Every record below is to be restated word for word.

━━━━━ Stored data

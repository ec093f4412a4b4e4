# SPDX-License-Identifier: MIT
"""What the SOLAS II-1/29 verdicts read: chemical tankers and gas carriers as ship types, the
vanes' angle of a rotary vane gear, and the gear's maximum working and design pressures.

A rotary vane gear's rudder stock diameter was already stored; a ram or cylinder gear's goes in
the same column. Rows recorded before this revision keep nulls (the particulars did not say).

Revision ID: 0004
Revises: 0003
"""

import sqlalchemy as sa
from alembic import op

revision = "0004"
down_revision = "0003"
branch_labels = None
depends_on = None

# Frozen here, not imported from the tables.
OLD_SHIP_TYPES = "ship_type IN ('cargo', 'passenger', 'tanker')"
NEW_SHIP_TYPES = "ship_type IN ('cargo', 'passenger', 'tanker', 'chemical_tanker', 'gas_carrier')"


def upgrade() -> None:
    with op.batch_alter_table("vessels") as batch:
        batch.drop_constraint(op.f("ck_vessels_ship_type"), type_="check")
        batch.create_check_constraint(op.f("ck_vessels_ship_type"), NEW_SHIP_TYPES)
    op.add_column("actuators", sa.Column("vane_angle", sa.Float(), nullable=True))
    op.add_column("power_units", sa.Column("max_working_pressure", sa.Float(), nullable=True))
    op.add_column("power_units", sa.Column("design_pressure", sa.Float(), nullable=True))


def downgrade() -> None:
    with op.batch_alter_table("power_units") as batch:
        batch.drop_column("design_pressure")
        batch.drop_column("max_working_pressure")
    with op.batch_alter_table("actuators") as batch:
        batch.drop_column("vane_angle")
    with op.batch_alter_table("vessels") as batch:
        batch.drop_constraint(op.f("ck_vessels_ship_type"), type_="check")
        batch.create_check_constraint(op.f("ck_vessels_ship_type"), OLD_SHIP_TYPES)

━━━━━━━━━━

Response area:
repository ec093f4412a4b4e4
# SPDX-License-Identifier: MIT
"""What the SOLAS II-1/29 verdicts read: chemical tankers and gas carriers as ship types, the
vanes' angle of a rotary vane gear, and the gear's maximum working and design pressures.

A rotary vane gear's rudder stock diameter was already stored; a ram or cylinder gear's goes in
the same column. Rows recorded before this revision keep nulls (the particulars did not say).

Revision ID: 0004
Revises: 0003
"""

import sqlalchemy as sa
from alembic import op

revision = "0004"
down_revision = "0003"
branch_labels = None
depends_on = None

# Frozen here, not imported from the tables.
OLD_SHIP_TYPES = "ship_type IN ('cargo', 'passenger', 'tanker')"
NEW_SHIP_TYPES = "ship_type IN ('cargo', 'passenger', 'tanker', 'chemical_tanker', 'gas_carrier')"


def upgrade() -> None:
    with op.batch_alter_table("vessels") as batch:
        batch.drop_constraint(op.f("ck_vessels_ship_type"), type_="check")
        batch.create_check_constraint(op.f("ck_vessels_ship_type"), NEW_SHIP_TYPES)
    op.add_column("actuators", sa.Column("vane_angle", sa.Float(), nullable=True))
    op.add_column("power_units", sa.Column("max_working_pressure", sa.Float(), nullable=True))
    op.add_column("power_units", sa.Column("design_pressure", sa.Float(), nullable=True))


def downgrade() -> None:
    with op.batch_alter_table("power_units") as batch:
        batch.drop_column("design_pressure")
        batch.drop_column("max_working_pressure")
    with op.batch_alter_table("actuators") as batch:
        batch.drop_column("vane_angle")
    with op.batch_alter_table("vessels") as batch:
        batch.drop_constraint(op.f("ck_vessels_ship_type"), type_="check")
        batch.create_check_constraint(op.f("ck_vessels_ship_type"), OLD_SHIP_TYPES)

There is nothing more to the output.